The use of stop-and-search powers to break up groups of Asian teenagers as a form of "social control" and "harassment" was also criticised by the Scotland Yard-funded study. The author of the report warned that unless changes are made nationally there is a risk of repeating the resentment and hatred that was behind the 1981 race riots in Brixton, south London.

Marian FitzGerald blamed much of the problem on police officers arresting Asian men for smoking cannabis. She said unemployed young Asian men living in overcrowded conditions were more likely to congregate in groups in public spaces, making them increasingly "available" to be searched. She controversially suggested that in future officers should destroy any cannabis found but only give the offender an on-the-spot informal warning, an idea the Metropolitan Police said was worth debating. The report, Searches in London, was commissioned by the Metropolitan Police after the furore surrounding the use of stop and search, particularly against racial minorities, following complaints that they are disproportionately targeted.

Dr FitzGerald, a former Home Office official, said that the most significant finding of her research, which included 700 incidents of stop and search in London and questioning 15 and 16-year-olds, was the risk of alienating Asian youths. Her report concludes: "Numerous findings throughout the study highlight the risk that searches may begin to criminalise young Asian men suffering high levels of unemployment and living in very overcrowded conditions.... There is an obvious danger that an aggressive police approach to these searches increasingly risks alienating young people from this first British-born generation, along with their peers and the cohorts following on behind them."

The research showed that Asians stopped and searched were likely to be younger than other suspects, less likely to have a criminal record and were more likely to be picked up in groups. Dr FitzGerald said: "We are talking about a group of young people who are starting to form their impression of the police. They are starting to get criminalised." She argued that the problem of stop and search was much worse outside London and that the Met is "way ahead of the game" compared with most other forces. Heavy- handed police tactics were blamed for the 1995 riots in Bradford. The Police Complaints Authority found that mass disturbances started after police tried to stop young Asians playing football on a piece of waste ground.
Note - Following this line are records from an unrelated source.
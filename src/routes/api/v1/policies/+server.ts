import { json } from '@sveltejs/kit';
import { requirePermission } from '$lib/server/auth/requirePermission';
import { listPolicies } from '$lib/server/db/findPolicies';
import type { RequestHandler } from './$types';

/** The newest version of every limit policy, with its rules. */
export const GET: RequestHandler = async ({ locals }) => {
	requirePermission(locals, 'policy.read');
	const policies = await listPolicies(locals.db);
	return json({
		policies: policies.map(({ id, policy, number, rules, hash }) => ({
			id,
			policy,
			number,
			...rules,
			sha256: hash
		}))
	});
};
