@contextmanager
def frame_progress(total: int, *, quiet: bool) -> Iterator[OnOutcome]:
    """Give what is told of each frame: a bar on a terminal, else a line each, on standard error."""
    done = 0
    if quiet or total == 0:
        yield lambda frame, outcome: None
        return
    if not sys.stderr.isatty():

        def line(frame: Frame, outcome: Outcome) -> None:
            nonlocal done
            done += 1
            said = f"failed: {outcome.reason}" if isinstance(outcome, Failed) else "done"
            text = f"{done}/{total} {_words(frame)}: {said}"
            print(text.encode("ascii", "backslashreplace").decode(), file=sys.stderr, flush=True)

        yield line
        return
    from rich.console import Console
    from rich.progress import BarColumn, MofNCompleteColumn, TextColumn, TimeRemainingColumn
    from rich.progress import Progress as Bar

    columns = (
        TextColumn("{task.description}"),
        BarColumn(),
        MofNCompleteColumn(),
        TimeRemainingColumn(),
        TextColumn("left"),
    )
    with Bar(*columns, console=Console(stderr=True), transient=True) as bar:
        task = bar.add_task("frames", total=total)

        def step(frame: Frame, outcome: Outcome) -> None:
            if isinstance(outcome, Failed):
                bar.console.print(f"failed: {_words(frame)}: {outcome.reason}", markup=False)
            bar.update(task, advance=1, description=_words(frame)[:60])

        yield step


def _words(frame: Frame) -> str:
    parts = [frame.name, frame.scene_name, frame.camera_name]
    parts += [f"hole {frame.hole_mm:g} mm", f"{frame.focal_mm:g} mm to film"]
    if frame.distance_mm is not None:
        parts.append(f"at {format_length(frame.distance_mm)}")
    if frame.time_s is not None:
        parts.append(time_text(frame.time_s) if isinstance(frame.time_s, float) else "time auto")
    return ", ".join(part for part in parts if part)


def save(one: Wanted, sheet: ContactSheet) -> list[Path]:
    """Write the sheet's pages and its tables; return the pages' files."""
    overwrite = one.overwrite or one.resume
    paths = sheet.save(one.target, overwrite=overwrite)
    for table in one.tables:
        sheet.save_table(table, overwrite=overwrite)
    return paths


def said_after(
    one: Wanted, job: Job, sheet: ContactSheet, paths: Sequence[Path], *, drawn: int
) -> list[str]:
    """Return the lines that say what was written."""
    page = sheet.layout.pages[0]
    size = (round(side * sheet.layout.px_per_mm) for side in (page.width_mm, page.height_mm))
    lines = [
        f"{paths[0]}: {' x '.join(map(str, size))} px, prints {page.width_mm:.0f} x "
        f"{page.height_mm:.0f} mm; {_count(len(sheet.entries), 'frame')}"
        + (f" on {sheet.page_count} pages" if sheet.page_count > 1 else "")
    ]
    if len(paths) > 1:
        lines.append(f"further pages: {paths[1]} to {paths[-1]}")
    if one.tables:
        lines.append(f"figures: {', '.join(str(table) for table in one.tables)}")
    if drawn < len(one.frames) and one.resume:
        lines.append(f"{drawn} drawn now, {len(one.frames) - drawn} were there")
    if sheet.need and sheet.nearest:
        entry = sheet.entries[sheet.nearest[0]]
        where = sheet.layout.places[sheet.nearest[0]]
        lines.append(
            f"{sheet.need}: frame {sheet.nearest[0] + 1}, page {where[0]}: {_words(entry.frame)}"
        )
    if one.keep_frames or sheet.failed:
        lines.append(f"frames kept in {frames_folder(one.target)}")
    failed = [entry for entry in sheet.entries if entry.about is None]
    lines += [f"failed: {_words(entry.frame)}: {entry.reason}" for entry in failed[:_MOST_NOTES]]
    if failed:
        lines.append(f"{_count(len(failed), 'frame')} failed; --resume tries them again")
    notes = list(
        dict.fromkeys(
            f"note: {entry.frame.scene_name}: {note}"
            for entry in sheet.entries
            if entry.about is not None
            for note in entry.about["notes"]
        )
    )
    lines += [f"note: {note}" for note in one.notes]
    lines += notes[:_MOST_NOTES]
    if len(notes) > _MOST_NOTES:
        lines.append(f"note: {len(notes) - _MOST_NOTES} more notes stand in the table")
    return lines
On the general use of stop- and-search tactics the report notes: "Where people already have criminal records, or are believed to be associating with criminals, they may be targeted for searching as a way of gaining intelligence and/or simply in order to disrupt their activities. "These are not legitimate grounds for... searches and could be construed as harassment."

It found that there was a direct relationship between the decline in police searches and a rise in crime in the capital.